# What you are asked to do
Below are the entries; count the lines in them that contain the word "alias" and give only the number.

# Dataset entries

——

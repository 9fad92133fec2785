//! The method's face: the phase analysis of `rung phase`, proposals,
//! predictions and goal plans.

use super::*;
use crate::astro::frames::Context;
use crate::astro::time::{DAY_S, Instant};
use crate::astro::{pointing, sun_caution};
use crate::error::{Result, RungError};
use crate::io::targets::Kind;
use crate::ladder::{Epoch, ExposureModel, Method, Prediction, Setting, Verdict};
use chrono::NaiveDate;
use std::path::Path;

/// The shortest period a proposed period search reaches, as a fraction of
/// the catalogued period: P ± 3σ_P, its short end held at P/3 once σ_P
/// passes 2P/9 (the two are equal there). An uncertainty that large leaves
/// the short side unconstrained, and a search down to the shortest period
/// rung takes (0.01 d) costs as 1/P: about 20 s for a 5-day star with σ_P
/// 2 d. A third keeps the first two harmonics, P/2 and P/3, the usual
/// confusions of a period analysis (common practice); the fraction itself
/// is this project's own choice (docs/science.md, Pulsators).
pub const SHORTEST_SEARCH_FRACTION: f64 = 1.0 / 3.0;

/// Everything `rung phase` shows for one pulsator over a range of nights.
#[derive(Debug, Clone, PartialEq)]
pub struct PhaseReport {
    /// The star.
    pub star: Star,
    /// Observable windows with their phases.
    pub windows: Vec<PhaseWindow>,
    /// Nights of the range with no window.
    pub dark_nights: Vec<NaiveDate>,
    /// The visit plan.
    pub plan: CoveragePlan,
    /// Day alias and beat period.
    pub alias: Alias,
    /// Phase uncertainty at the start of the range, cycles.
    pub phase_sigma_start: f64,
    /// Phase uncertainty at the end of the range, cycles.
    pub phase_sigma: f64,
    /// Whether the ephemeris is stale by the end of the range.
    pub stale: bool,
    /// A period-discovery cadence over the range: proposed when the
    /// ephemeris is stale from the start (its period searched within
    /// P ± 3σ_P), or for the period range asked ([`PulsatorMethod::discover_range`]).
    pub discovery: Option<DiscoveryPlan>,
    /// Epochs of the visits (exposures sized by the exposure model), when one was given.
    pub epochs: Vec<Epoch>,
    /// Per-point signal-to-noise the exposures were sized for.
    pub snr_per_point: f64,
    /// The relation the star's distance uses (class, metallicity), when one applies.
    pub relation: Option<StarRelation>,
    /// The distance budget of the planned points, when it can be computed.
    pub budget: Option<DistanceBudget>,
    /// The rule-of-thumb mean-magnitude error σ√((2K+1)/N), mag.
    pub sigma_mean_rule_mag: Option<f64>,
    /// How the mean magnitude comes from the planned points (Fourier fit or
    /// template), when it can be computed.
    pub mean: Option<MeanEstimate>,
    /// The prediction (precision, hours, verdict), when an exposure model was given.
    pub prediction: Option<Prediction>,
    /// Safety cautions (Sun proximity).
    pub cautions: Vec<String>,
    /// Warnings and explanations.
    pub notes: Vec<String>,
}

/// A star's prediction with its budget, the rule-of-thumb σ_m̄ and how its
/// mean magnitude was estimated.
type StarPrediction = (
    Prediction,
    Option<DistanceBudget>,
    Option<f64>,
    Option<MeanEstimate>,
);

/// What each epoch gives a pulsator's prediction, in the epochs' order: its
/// phase (BJD_TDB), its magnitude error, and the largest phase error of the
/// ephemeris over them. An epoch's terms depend on that epoch alone, so the
/// scheduler's fill works out the base's once and adds each extra epoch's.
/// The fit's normal matrix is summed epoch by epoch as they are added, in
/// the same order as a fit of all of them sums it ([`NormalSums`]).
#[derive(Clone)]
struct EpochTerms {
    phases: Vec<f64>,
    sigmas: Vec<f64>,
    phase_sigma_max: f64,
    sums: NormalSums,
}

——

# Task response
2